Is it possible to say: "He will be presenting the new programme for the whole next year"?


----------



## lsp

Yes, it makes perfect sense to me, and sounds natural. "Entire" is more formal than "whole" if necessary.


----------



## clapec

Thanks a lot


----------



## la reine victoria

It is correct to say 'He will be presenting the new programme for the whole *of* next year.'


----------



## lsp

la reine victoria said:
			
		

> It is correct to say 'He will be presenting the new programme for the whole *of* next year.'


That's an AE/BE thing, but since he spelled program "programme" your advice is probably better.


----------



## clapec

What's the difference between 'program' and 'programme'? 
I know that 'programme' is used when talking about tv, while 'program' is used concerning computers.

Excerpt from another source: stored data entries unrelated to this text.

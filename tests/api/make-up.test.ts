/**
 * Make-up planning (issue #25 item 3) through the real API and PostgreSQL: a run whose sample lost,
 * excluded or tripped devices gets a proposal (fresh devices from the same lot restoring the plan's
 * sample at the same accept number, shared/verdict/make-up.ts) with the earliest rig time from the
 * booking proposals; booking it adds a run to the same sample (judged as one). Bad input, stale
 * proposals, the wrong role and nothing-to-restore are refused and change nothing.
 */
import {
  AuditLogEntity,
  DeviceEntity,
  DeviceTypeEntity,
  LotEntity,
  RigEntity,
  RunEntity,
  RunLotEntity,
  RunSocketEntity,
  SampleEntity,
  StressPlanEntity,
} from '../../server/db/entities';
import { jStat } from 'jstat';
import { insertHistoryRun } from '../../server/seed/seed-history';
import { createTestApp, type TestApp } from '../support/api';
import { insertTestRig, tableCounts } from '../support/db';
import { htrbPlanBody, postDemoType, postLot, postPlan, serials } from '../support/lab';

let t: TestApp;
const ids: Record<string, string> = {};

/** A 64-socket oven rated 800 V. */
const addRig = (code: string) => insertTestRig(t.ctx.ds, code, { sockets: 64, maxVoltageV: 800, name: `Oven ${code}` });

/** A stressing run of the first `n` devices of a lot, time zero and 168 h read, with what it lost. */
async function historyRun(
  code: string,
  lotId: string,
  n: number,
  extra: {
    removed?: Parameters<typeof insertHistoryRun>[1]['removed'];
    catastrophic?: Parameters<typeof insertHistoryRun>[1]['catastrophic'];
  },
) {
  return t.ctx.ds.transaction(async (m) => {
    const plan = await m.findOneByOrFail(StressPlanEntity, { id: ids.plan });
    const type = await m.findOneByOrFail(DeviceTypeEntity, { id: ids.type });
    const lot = await m.findOneByOrFail(LotEntity, { id: lotId });
    const devices = (await m.find(DeviceEntity, { where: { lotId }, order: { serial: 'ASC' } })).slice(0, n);
    const rig = await m.findOneByOrFail(RigEntity, { id: ids['OV-01'] });
    const run = await insertHistoryRun(m, {
      code,
      plan,
      deviceType: type,
      rig,
      lots: [{ lot, devices, drift: { hfeDriftPctPer1000h: 0, leakageGrowthPer1000h: 1 } }],
      state: 'stressing',
      startedAt: new Date(Date.now() - 400 * 3600_000),
      stressHours: 200,
      measuredH: [0, 168],
      noise: 0,
      ...extra,
    });
    return { run, devices };
  });
}

beforeAll(async () => {
  t = await createTestApp();
  const eng = await t.signIn('engineer');
  await t.signIn('operator');
  await t.signIn('manager');
  ids.type = await postDemoType(eng);
  for (const [code, prefix, n] of [
    ['HG2711-A', 'A', 40],
    ['HG2711-B', 'B', 12],
    ['HG2711-C', 'C', 20],
    ['HG2711-D', 'D', 11],
    ['HG2711-E', 'E', 14],
    ['HG2711-F', 'F', 12],
  ] as const) {
    ids[code] = await postLot(eng, { code, deviceTypeId: ids.type, quantity: 1000, serials: serials(prefix, n) });
  }
  // A small HTRB sample keeps the test fast: 10 devices, accept on 0.
  ids.plan = await postPlan(eng, htrbPlanBody(ids.type, { sampleSize: 10, acceptNumber: 0 }));
  // The same with accept number 1, for the run over two lots (an LTPD beyond the c 0 closed form).
  ids.planC1 = await postPlan(
    eng,
    htrbPlanBody(ids.type, { name: 'HTRB 145 °C, 80 % VCBO, 1000 h, accept 1', sampleSize: 10, acceptNumber: 1 }),
  );
  ids['OV-01'] = await addRig('OV-01');
  ids['OV-02'] = await addRig('OV-02');

  // Lot A: A0001 lost and A0002 excluded at 168 h; A0003's socket tripped at 50 h with no disposition yet.
  const a = await historyRun('HTRB-2711-A', ids['HG2711-A'], 10, {
    removed: [
      { serial: 'A0001', atH: 168, kind: 'lost', reason: 'Not in the carrier after unloading' },
      { serial: 'A0002', atH: 168, kind: 'excluded', reason: 'Bent lead found at the 168 h read point' },
    ],
  });
  await t.ctx.ds
    .getRepository(RunSocketEntity)
    .update(
      { runId: a.run.id, deviceId: a.devices[2].id },
      { tripped: true, trippedAt: new Date(Date.now() - 300 * 3600_000), accruedHours: 50, tripReason: 'runaway' },
    );
  ids.runA = a.run.id;
  ids.sampleA = a.run.sampleId!;
  // Lot B: nothing lost.
  ids.runB = (await historyRun('HTRB-2711-B', ids['HG2711-B'], 10, {})).run.id;
  // Lot C: one device open at 168 h (a failure beyond c = 0) and one lost.
  ids.runC = (
    await historyRun('HTRB-2711-C', ids['HG2711-C'], 10, {
      catastrophic: [{ serial: 'C0003', atH: 168, result: 'open' }],
      removed: [{ serial: 'C0001', atH: 168, kind: 'lost', reason: 'Dropped during unloading' }],
    })
  ).run.id;
  // Lot D: 10 of 11 devices stressed, two lost: a make-up needs 2 fresh devices and the lot holds 1.
  ids.runD = (
    await historyRun('HTRB-2711-D', ids['HG2711-D'], 10, {
      removed: [
        { serial: 'D0001', atH: 168, kind: 'lost', reason: 'Not in the carrier after unloading' },
        { serial: 'D0002', atH: 168, kind: 'damaged', reason: 'Lead snapped in the socket' },
      ],
    })
  ).run.id;
});
afterAll(async () => {
  await t.close();
});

Is this 'rule' correct?


----------



## shamblesuk

I think this could mean one of *two *things:

He will be presenting the new programme for the whole *of* next year (eg starting January 2006), or

He will be presenting the new programme for the next 12 months, eg Nov 2005-Oct 2006.






			
				clapec said:
			
		

> Is it possible to say: "He will be presenting the new programme for the whole next year"?


----------



## Manuel_M

clapec said:
			
		

> What's the difference between 'program' and 'programme'?
> I know that 'programme' is used when talking about tv, while 'program' is used concerning computers. Is this 'rule' correct?


 
_Programme _is British English (BE). _Program_ is American English (AE).


----------



## Moogey

I recommend studying the BE primarily (it is the "correct" English I believe)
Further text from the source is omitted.